Exercise details – All lines below containing the string "name" are to be copied.

Collected data entries:
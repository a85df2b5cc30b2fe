//! Resistance of one nail to wind uplift: withdrawal from the framing and, where a deck is given,
//! head pull-through of the panel; the smaller governs.
//!
//! Pure functions: [`nail_resistance`] takes a typed input and returns every factor it used with its
//! source. Inside, forces are N and lengths mm; the NDS equations convert at their edge (see `units`).

pub mod coefficients;
mod nds;
mod o86;
mod pull_through;

pub use nds::{reference_withdrawal_lbf_per_in, NdsWithdrawalEquation};
pub use o86::{basic_withdrawal_n_per_mm, O86Withdrawal};
pub use pull_through::reference_head_pull_through_lbf;

use crate::error::FastenError;
use crate::nail::Nail;
use crate::panel::DeckLayer;
use crate::penetration::minimum_penetration;
use crate::species::{MemberKind, Species};
use coefficients::Coefficient;
use serde::Serialize;

/// The design method, chosen by the basis.
#[derive(Debug, Clone, Copy, PartialEq, Eq, Serialize)]
pub enum Method {
    /// CSA O86:19 limit states design: factored resistance.
    O86LimitStates,
    /// NDS 2018 allowable stress design: adjusted (allowable) design value.
    NdsAsd,
    /// NDS 2018 load and resistance factor design: factored resistance.
    NdsLrfd,
}

impl Method {
    pub fn as_str(self) -> &'static str {
        match self {
            Method::O86LimitStates => "CSA O86:19 limit states",
            Method::NdsAsd => "NDS 2018 ASD",
            Method::NdsLrfd => "NDS 2018 LRFD",
        }
    }

    pub fn resistance_kind(self) -> ResistanceKind {
        match self {
            Method::NdsAsd => ResistanceKind::Allowable,
            Method::O86LimitStates | Method::NdsLrfd => ResistanceKind::Factored,
        }
    }
}

/// Whether the resistance is compared with factored loads or with ASD load combinations.
#[derive(Debug, Clone, Copy, PartialEq, Eq, Serialize)]
pub enum ResistanceKind {
    Factored,
    Allowable,
}

impl ResistanceKind {
    pub fn as_str(self) -> &'static str {
        match self {
            ResistanceKind::Factored => "factored",
            ResistanceKind::Allowable => "allowable",
        }
    }
}

/// Grain direction the nail is driven into. Only side grain may carry withdrawal.
#[derive(Debug, Clone, Copy, PartialEq, Eq, Serialize)]
pub enum Grain {
    Side,
    End,
}

/// Duration of the load the nail carries in withdrawal.
#[derive(Debug, Clone, Copy, PartialEq, Eq, Serialize)]
pub enum LoadDuration {
    /// Wind or earthquake.
    Short,
    /// Ten-year (occupancy) loads.
    Standard,
    /// Permanent loads.
    Permanent,
}

impl LoadDuration {
    pub fn as_str(self) -> &'static str {
        match self {
            LoadDuration::Short => "short",
            LoadDuration::Standard => "standard",
            LoadDuration::Permanent => "permanent",
        }
    }
}

/// Service condition of the framing.
#[derive(Debug, Clone, Copy, PartialEq, Eq, Serialize)]
pub enum Service {
    /// Moisture content stays at or below 19 %.
    Dry,
    /// Moisture content above 19 % in service.
    Wet,
}

/// The failure mode that governs.
#[derive(Debug, Clone, Copy, PartialEq, Eq, Serialize)]
pub enum Mode {
    Withdrawal,
    PullThrough,
}

impl Mode {
    pub fn as_str(self) -> &'static str {
        match self {
            Mode::Withdrawal => "withdrawal",
            Mode::PullThrough => "head-pull-through",
        }
    }
}

/// Everything the resistance of one nail depends on.
#[derive(Debug, Clone, Copy)]
pub struct ResistanceInput<'a> {
    pub method: Method,
    pub nail: &'a Nail,
    pub species: &'a Species,
    pub member: MemberKind,
    /// The deck the nail passes through (None: no deck, no pull-through check).
    pub deck: Option<DeckLayer<'a>>,
    /// Penetration into the point-side member (rafter, truss chord), mm.
    pub penetration_mm: f64,
    pub toe_nail: bool,
    pub service: Service,
    pub grain: Grain,
    pub load: LoadDuration,
    pub treated: bool,
    /// Depth of the member in the nail's direction, mm; when given, penetration beyond it is not
    /// credited and a warning says the nail exits the member.
    pub member_depth_mm: Option<f64>,
}

/// One factor or intermediate value of the calculation, for the report.
#[derive(Debug, Clone, PartialEq, Serialize)]
pub struct Factor {
    pub name: String,
    pub value: f64,
    /// Unit of the value, "" when dimensionless.
    pub unit: String,
    /// Clause, table or equation with edition, and `checked` or `from memory`.
    pub source: String,
}

impl Factor {
    pub fn new(name: impl Into<String>, value: f64, unit: &str, source: impl Into<String>) -> Self {
        Factor {
            name: name.into(),
            value,
            unit: unit.to_string(),
            source: source.into(),
        }
    }

    fn from_coefficient(coefficient: &Coefficient) -> Self {
        Factor::new(
            coefficient.symbol,
            coefficient.value,
            coefficient.unit,
            coefficient.provenance(),
        )
    }

    fn prefixed(prefix: &str, coefficient: &Coefficient) -> Self {
        Factor::new(
            [prefix, coefficient.symbol].concat(),
            coefficient.value,
            coefficient.unit,
            coefficient.provenance(),
        )
    }
}

/// The resistance of one nail.
#[derive(Debug, Clone, PartialEq, Serialize)]
pub struct Resistance {
    pub method: Method,
    pub kind: ResistanceKind,
    /// Withdrawal resistance, N (factored or allowable per `kind`).
    pub withdrawal_n: f64,
    /// Withdrawal resistance per mm of credited length, N/mm.
    pub withdrawal_per_mm_n: f64,
    /// Length of shank credited in withdrawal, mm (penetration, capped by member depth and, for ring
    /// shank nails, by the ring length).
    pub credited_length_mm: f64,
    /// Head pull-through resistance, N (None without a deck).
    pub pull_through_n: Option<f64>,
    /// True when the pull-through value is a reference check outside the design standard (CSA O86 has
    /// no pull-through clause).
    pub pull_through_is_advisory: bool,
    pub governing_n: f64,
    pub governing_mode: Mode,
    pub factors: Vec<Factor>,
    pub warnings: Vec<String>,
}

impl Resistance {
    /// `withdrawal_n` in pound-force, for US reports.
    pub fn withdrawal_lbf(&self) -> f64 {
        deckhold_core::units::lbf_from_n(self.withdrawal_n)
    }

    /// `pull_through_n` in pound-force.
    pub fn pull_through_lbf(&self) -> Option<f64> {
        self.pull_through_n.map(deckhold_core::units::lbf_from_n)
    }

    /// `governing_n` in pound-force.
    pub fn governing_lbf(&self) -> f64 {
        deckhold_core::units::lbf_from_n(self.governing_n)
    }
}

/// A mode's value with the factors and warnings that produced it.
#[derive(Debug, Clone, PartialEq)]
struct ModeResult {
    value_n: f64,
    per_mm_n: f64,
    credited_length_mm: f64,
    factors: Vec<Factor>,
    warnings: Vec<String>,
}

/// Resistance of one nail; refuses inputs outside the method with a typed error.
pub fn nail_resistance(input: &ResistanceInput) -> Result<Resistance, FastenError> {
    if input.grain == Grain::End {
        let rule = match input.method {
            Method::O86LimitStates => coefficients::O86_END_GRAIN_RULE,
            Method::NdsAsd | Method::NdsLrfd => coefficients::NDS_END_GRAIN_RULE,
        };
        return Err(FastenError::EndGrainWithdrawal { rule });
    }
    let (penetration_mm, mut warnings) = credited_penetration(input)?;
    let withdrawal = match input.method {
        Method::O86LimitStates => o86::withdrawal(input, penetration_mm)?,
        Method::NdsAsd | Method::NdsLrfd => nds::withdrawal(input, penetration_mm)?,
    };
    let pull_through = match (input.deck, input.method) {
        (None, _) => None,
        (Some(deck), Method::O86LimitStates) => Some(pull_through::o86_advisory(input, &deck)),
        (Some(deck), Method::NdsAsd | Method::NdsLrfd) => Some(pull_through::nds(input, &deck)),
    };

    let mut factors = Vec::with_capacity(
        1 + withdrawal.factors.len()
            + pull_through
                .as_ref()
                .map_or(0, |result| result.factors.len()),
    );
    factors.push(Factor::new(
        "L_p",
        penetration_mm,
        "mm",
        "penetration into the point-side member (input)",
    ));
    factors.extend(withdrawal.factors);
    warnings.extend(withdrawal.warnings);
    let pull_through_n = pull_through.as_ref().map(|result| result.value_n);
    if let Some(result) = pull_through {
        factors.extend(result.factors);
        warnings.extend(result.warnings);
    }
    let (governing_n, governing_mode) = match pull_through_n {
        Some(pull_n) if pull_n < withdrawal.value_n => (pull_n, Mode::PullThrough),
        _ => (withdrawal.value_n, Mode::Withdrawal),
    };
    let resistance = Resistance {
        method: input.method,
        kind: input.method.resistance_kind(),
        withdrawal_n: withdrawal.value_n,
        withdrawal_per_mm_n: withdrawal.per_mm_n,
        credited_length_mm: withdrawal.credited_length_mm,
        pull_through_n,
        pull_through_is_advisory: pull_through_n.is_some()
            && input.method == Method::O86LimitStates,
        governing_n,
        governing_mode,
        factors,
        warnings,
    };
    all_finite(&resistance)?;
    Ok(resistance)
}

/// Checks the geometry and returns the penetration that may be credited, with warnings.
fn credited_penetration(input: &ResistanceInput) -> Result<(f64, Vec<String>), FastenError> {
    let nail = input.nail;
    let mut warnings = Vec::new();
    if !(input.penetration_mm.is_finite() && input.penetration_mm > 0.0) {
        return Err(FastenError::OutOfRange {
            field: "penetration_mm",
            value: input.penetration_mm,
            unit: "mm",
            range: "0 < penetration_mm".to_string(),
        });
    }
    let deck_mm = match input.deck {
        Some(deck) => {
            if !(deck.thickness_mm.is_finite() && deck.thickness_mm > 0.0) {
                return Err(FastenError::OutOfRange {
                    field: "deck.thickness_mm",
                    value: deck.thickness_mm,
                    unit: "mm",
                    range: "0 < thickness_mm".to_string(),
                });
            }
            deck.thickness_mm
        }
        None => 0.0,
    };
    let reach_mm = nail.length_mm - deck_mm;
    // A small tolerance for rounding in callers that compute the penetration themselves.
    if input.penetration_mm > reach_mm + 1.0e-6 {
        return Err(FastenError::OutOfRange {
            field: "penetration_mm",
            value: input.penetration_mm,
            unit: "mm",
            range: format!(
                "0..{reach_mm:.1} (nail `{}` is {:.1} mm long, deck {deck_mm:.1} mm)",
                nail.id, nail.length_mm
            ),
        });
    }
    let mut penetration_mm = input.penetration_mm;
    if let Some(depth_mm) = input.member_depth_mm {
        if !(depth_mm.is_finite() && depth_mm > 0.0) {
            return Err(FastenError::OutOfRange {
                field: "member_depth_mm",
                value: depth_mm,
                unit: "mm",
                range: "0 < member_depth_mm".to_string(),
            });
        }
        if penetration_mm > depth_mm {
            warnings.push(format!(
                "nail `{}` exits the member: penetration {penetration_mm:.1} mm exceeds the member depth \
                 {depth_mm:.1} mm; only {depth_mm:.1} mm is credited and the point protrudes",
                nail.id
            ));
            penetration_mm = depth_mm;
        }
    }
    let minimum = minimum_penetration(input.method, nail);
    if penetration_mm < minimum.min_mm {
        return Err(FastenError::PenetrationBelowMinimum {
            nail: nail.id.clone(),
            penetration_mm,
            min_mm: minimum.min_mm,
            rule: minimum.rule,
        });
    }
    Ok((penetration_mm, warnings))
}

/// No NaN or infinity leaves this crate.
fn all_finite(resistance: &Resistance) -> Result<(), FastenError> {
    let mut values = vec![
        ("withdrawal_n", resistance.withdrawal_n),
        ("governing_n", resistance.governing_n),
        ("withdrawal_per_mm_n", resistance.withdrawal_per_mm_n),
    ];
    if let Some(pull_n) = resistance.pull_through_n {
        values.push(("pull_through_n", pull_n));
    }
    values.extend(
        resistance
            .factors
            .iter()
            .map(|factor| ("factor", factor.value)),
    );
    match values.into_iter().find(|(_, value)| !value.is_finite()) {
        Some((field, value)) => Err(FastenError::OutOfRange {
            field,
            value,
            unit: "",
            range: "finite numbers".to_string(),
        }),
        None => Ok(()),
    }
}

#[cfg(test)]
mod tests;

Answer for this exercise –
    pub name: String,
    pub fn new(name: impl Into<String>, value: f64, unit: &str, source: impl Into<String>) -> Self {
            name: name.into(),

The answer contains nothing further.